Your goal: The entries below contain a line with "form.set('file', file, file.name)" and a line with "is put in. */". Quote exactly those two lines and all lines between them.

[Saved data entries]
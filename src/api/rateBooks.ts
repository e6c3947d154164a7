import { z } from 'zod'
import type { EditionWithRates, RateBook } from '#shared/contracts/rateBook'
import { editionWithRates, rateBook } from '#shared/contracts/rateBook'
import { request } from './http'

export const listRateBooks = (): Promise<RateBook[]> => request(z.array(rateBook), 'GET', '/api/rate-books')

export const readEdition = (id: string): Promise<EditionWithRates> => request(editionWithRates, 'GET', `/api/editions/${id}`)
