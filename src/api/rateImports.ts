import { z } from 'zod'
import type { ExportTable, ImportMatching, ImportRowPage, ImportRowState, RateImport } from '#shared/contracts/rateImport'
import { importRowPage, rateImport } from '#shared/contracts/rateImport'
import { request } from './http'

const addressOf = (id: string): string => `/api/imports/${id}`

/** Imports of an edition, newest first. */
export const listImports = (editionId: string): Promise<RateImport[]> =>
  request(z.array(rateImport), 'GET', `/api/editions/${editionId}/imports`)

/** Sends a list; the server reads it afterwards. */
export function uploadList(editionId: string, file: File, idempotencyKey: string): Promise<RateImport> {
  const form = new FormData()
  form.set('file', file, file.name)
  return request(rateImport, 'POST', `/api/editions/${editionId}/imports`, { form, idempotencyKey })
}

export const readImport = (id: string): Promise<RateImport> => request(rateImport, 'GET', addressOf(id))

/** Begins to check the rows; nothing is put in. */
export const matchImport = (id: string, matching: ImportMatching): Promise<RateImport> =>
  request(rateImport, 'PUT', `${addressOf(id)}/matching`, { body: matching })

/** A page of the preview, of one state or of all. */
export function listImportRows(id: string, state: ImportRowState | null, page: number): Promise<ImportRowPage> {
  const asked = new URLSearchParams({ page: String(page), ...(state === null ? {} : { state }) })
  return request(importRowPage, 'GET', `${addressOf(id)}/rows?${asked.toString()}`)
}

/** Begins to put the new and changed rows in. */
export const commitImport = (id: string, leaveOutRefused: boolean): Promise<RateImport> =>
  request(rateImport, 'POST', `${addressOf(id)}/commit`, { body: { leaveOutRefused } })

export const undoImport = (id: string): Promise<RateImport> => request(rateImport, 'POST', `${addressOf(id)}/undo`, { body: {} })

/** Where an edition is had as a workbook. */
export const workbookAddress = (editionId: string): string => `/api/editions/${editionId}/workbook`

/** Where one of its tables is had as CSV. */
export const tableAddress = (editionId: string, table: ExportTable): string => `/api/editions/${editionId}/tables/${table}`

Task result:
  form.set('file', file, file.name)
  return request(rateImport, 'POST', `/api/editions/${editionId}/imports`, { form, idempotencyKey })
}

export const readImport = (id: string): Promise<RateImport> => request(rateImport, 'GET', addressOf(id))

/** Begins to check the rows; nothing is put in. */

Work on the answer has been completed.